(Record excerpts begins)
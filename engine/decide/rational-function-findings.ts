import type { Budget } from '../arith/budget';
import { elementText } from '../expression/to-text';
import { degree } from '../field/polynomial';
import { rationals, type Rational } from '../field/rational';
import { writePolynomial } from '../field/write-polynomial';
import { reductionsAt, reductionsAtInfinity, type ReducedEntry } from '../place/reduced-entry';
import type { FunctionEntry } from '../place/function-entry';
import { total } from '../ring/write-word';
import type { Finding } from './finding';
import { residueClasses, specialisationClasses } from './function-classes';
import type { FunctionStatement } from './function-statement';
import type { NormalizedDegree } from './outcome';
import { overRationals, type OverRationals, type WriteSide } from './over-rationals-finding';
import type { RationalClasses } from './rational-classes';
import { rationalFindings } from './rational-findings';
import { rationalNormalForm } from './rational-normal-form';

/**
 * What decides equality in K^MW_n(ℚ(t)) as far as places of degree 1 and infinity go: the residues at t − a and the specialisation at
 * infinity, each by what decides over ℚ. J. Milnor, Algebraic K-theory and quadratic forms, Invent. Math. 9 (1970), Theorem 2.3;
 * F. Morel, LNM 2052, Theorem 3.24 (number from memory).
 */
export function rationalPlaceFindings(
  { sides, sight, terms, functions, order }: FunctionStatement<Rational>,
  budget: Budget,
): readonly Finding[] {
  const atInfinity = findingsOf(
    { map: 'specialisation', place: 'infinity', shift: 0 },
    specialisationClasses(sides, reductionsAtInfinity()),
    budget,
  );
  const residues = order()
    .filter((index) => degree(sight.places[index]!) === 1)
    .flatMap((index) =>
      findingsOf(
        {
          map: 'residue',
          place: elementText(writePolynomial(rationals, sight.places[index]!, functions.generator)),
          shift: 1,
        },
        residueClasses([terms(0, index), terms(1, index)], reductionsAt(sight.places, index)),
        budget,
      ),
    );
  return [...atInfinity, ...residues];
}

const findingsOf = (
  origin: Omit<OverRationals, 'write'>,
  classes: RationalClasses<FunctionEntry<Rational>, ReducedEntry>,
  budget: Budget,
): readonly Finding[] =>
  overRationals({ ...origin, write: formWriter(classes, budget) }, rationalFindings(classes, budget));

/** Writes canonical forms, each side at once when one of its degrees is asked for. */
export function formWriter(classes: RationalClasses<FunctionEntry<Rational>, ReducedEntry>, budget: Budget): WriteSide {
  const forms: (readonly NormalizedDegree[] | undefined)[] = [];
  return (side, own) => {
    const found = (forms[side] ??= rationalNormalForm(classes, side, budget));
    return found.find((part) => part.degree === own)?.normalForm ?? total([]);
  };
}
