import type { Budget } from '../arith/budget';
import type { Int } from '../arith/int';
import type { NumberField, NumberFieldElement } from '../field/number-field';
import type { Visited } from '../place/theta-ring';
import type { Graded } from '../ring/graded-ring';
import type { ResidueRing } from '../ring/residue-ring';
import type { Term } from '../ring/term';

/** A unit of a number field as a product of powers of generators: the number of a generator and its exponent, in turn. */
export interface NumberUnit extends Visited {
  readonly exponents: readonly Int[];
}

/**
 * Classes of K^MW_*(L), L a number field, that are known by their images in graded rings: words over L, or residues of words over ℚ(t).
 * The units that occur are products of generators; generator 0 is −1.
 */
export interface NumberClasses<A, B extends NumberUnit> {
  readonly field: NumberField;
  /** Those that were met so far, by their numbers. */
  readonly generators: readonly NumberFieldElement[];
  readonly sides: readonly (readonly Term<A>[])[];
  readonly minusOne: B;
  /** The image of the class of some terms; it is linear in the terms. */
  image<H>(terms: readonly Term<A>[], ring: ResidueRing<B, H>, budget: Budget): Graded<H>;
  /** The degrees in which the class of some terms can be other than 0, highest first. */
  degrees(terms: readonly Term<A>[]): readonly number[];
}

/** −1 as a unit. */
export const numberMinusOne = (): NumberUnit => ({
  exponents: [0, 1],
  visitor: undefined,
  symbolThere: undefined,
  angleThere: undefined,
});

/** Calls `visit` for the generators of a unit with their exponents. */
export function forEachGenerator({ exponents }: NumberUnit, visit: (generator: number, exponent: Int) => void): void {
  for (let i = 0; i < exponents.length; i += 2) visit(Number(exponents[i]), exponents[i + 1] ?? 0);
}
(Record excerpts ends)
• Assigned task: Beginning with the first line and ending with the last, restate the data word for word.

• Completed task:
filename engine/decide/rational-function-findings.ts
import type { Budget } from '../arith/budget';
import { elementText } from '../expression/to-text';
import { degree } from '../field/polynomial';
import { rationals, type Rational } from '../field/rational';
import { writePolynomial } from '../field/write-polynomial';
import { reductionsAt, reductionsAtInfinity, type ReducedEntry } from '../place/reduced-entry';
import type { FunctionEntry } from '../place/function-entry';
import { total } from '../ring/write-word';
import type { Finding } from './finding';
import { residueClasses, specialisationClasses } from './function-classes';
import type { FunctionStatement } from './function-statement';
import type { NormalizedDegree } from './outcome';
import { overRationals, type OverRationals, type WriteSide } from './over-rationals-finding';
import type { RationalClasses } from './rational-classes';
import { rationalFindings } from './rational-findings';
import { rationalNormalForm } from './rational-normal-form';

/**
 * What decides equality in K^MW_n(ℚ(t)) as far as places of degree 1 and infinity go: the residues at t − a and the specialisation at
 * infinity, each by what decides over ℚ. J. Milnor, Algebraic K-theory and quadratic forms, Invent. Math. 9 (1970), Theorem 2.3;
 * F. Morel, LNM 2052, Theorem 3.24 (number from memory).
 */
export function rationalPlaceFindings(
  { sides, sight, terms, functions, order }: FunctionStatement<Rational>,
  budget: Budget,
): readonly Finding[] {
  const atInfinity = findingsOf(
    { map: 'specialisation', place: 'infinity', shift: 0 },
    specialisationClasses(sides, reductionsAtInfinity()),
    budget,
  );
  const residues = order()
    .filter((index) => degree(sight.places[index]!) === 1)
    .flatMap((index) =>
      findingsOf(
        {
          map: 'residue',
          place: elementText(writePolynomial(rationals, sight.places[index]!, functions.generator)),
          shift: 1,
        },
        residueClasses([terms(0, index), terms(1, index)], reductionsAt(sight.places, index)),
        budget,
      ),
    );
  return [...atInfinity, ...residues];
}

const findingsOf = (
  origin: Omit<OverRationals, 'write'>,
  classes: RationalClasses<FunctionEntry<Rational>, ReducedEntry>,
  budget: Budget,
): readonly Finding[] =>
  overRationals({ ...origin, write: formWriter(classes, budget) }, rationalFindings(classes, budget));

/** Writes canonical forms, each side at once when one of its degrees is asked for. */
export function formWriter(classes: RationalClasses<FunctionEntry<Rational>, ReducedEntry>, budget: Budget): WriteSide {
  const forms: (readonly NormalizedDegree[] | undefined)[] = [];
  return (side, own) => {
    const found = (forms[side] ??= rationalNormalForm(classes, side, budget));
    return found.find((part) => part.degree === own)?.normalForm ?? total([]);
  };
}
import type { Budget } from '../arith/budget';
import type { Int } from '../arith/int';
import type { NumberField, NumberFieldElement } from '../field/number-field';
import type { Visited } from '../place/theta-ring';
import type { Graded } from '../ring/graded-ring';
import type { ResidueRing } from '../ring/residue-ring';
import type { Term } from '../ring/term';

/** A unit of a number field as a product of powers of generators: the number of a generator and its exponent, in turn. */
export interface NumberUnit extends Visited {
  readonly exponents: readonly Int[];
}

/**
 * Classes of K^MW_*(L), L a number field, that are known by their images in graded rings: words over L, or residues of words over ℚ(t).
 * The units that occur are products of generators; generator 0 is −1.
 */
export interface NumberClasses<A, B extends NumberUnit> {
  readonly field: NumberField;
  /** Those that were met so far, by their numbers. */
  readonly generators: readonly NumberFieldElement[];
  readonly sides: readonly (readonly Term<A>[])[];
  readonly minusOne: B;
  /** The image of the class of some terms; it is linear in the terms. */
  image<H>(terms: readonly Term<A>[], ring: ResidueRing<B, H>, budget: Budget): Graded<H>;
  /** The degrees in which the class of some terms can be other than 0, highest first. */
  degrees(terms: readonly Term<A>[]): readonly number[];
}

/** −1 as a unit. */
export const numberMinusOne = (): NumberUnit => ({
  exponents: [0, 1],
  visitor: undefined,
  symbolThere: undefined,
  angleThere: undefined,
});

/** Calls `visit` for the generators of a unit with their exponents. */
export function forEachGenerator({ exponents }: NumberUnit, visit: (generator: number, exponent: Int) => void): void {
  for (let i = 0; i < exponents.length; i += 2) visit(Number(exponents[i]), exponents[i + 1] ?? 0);
}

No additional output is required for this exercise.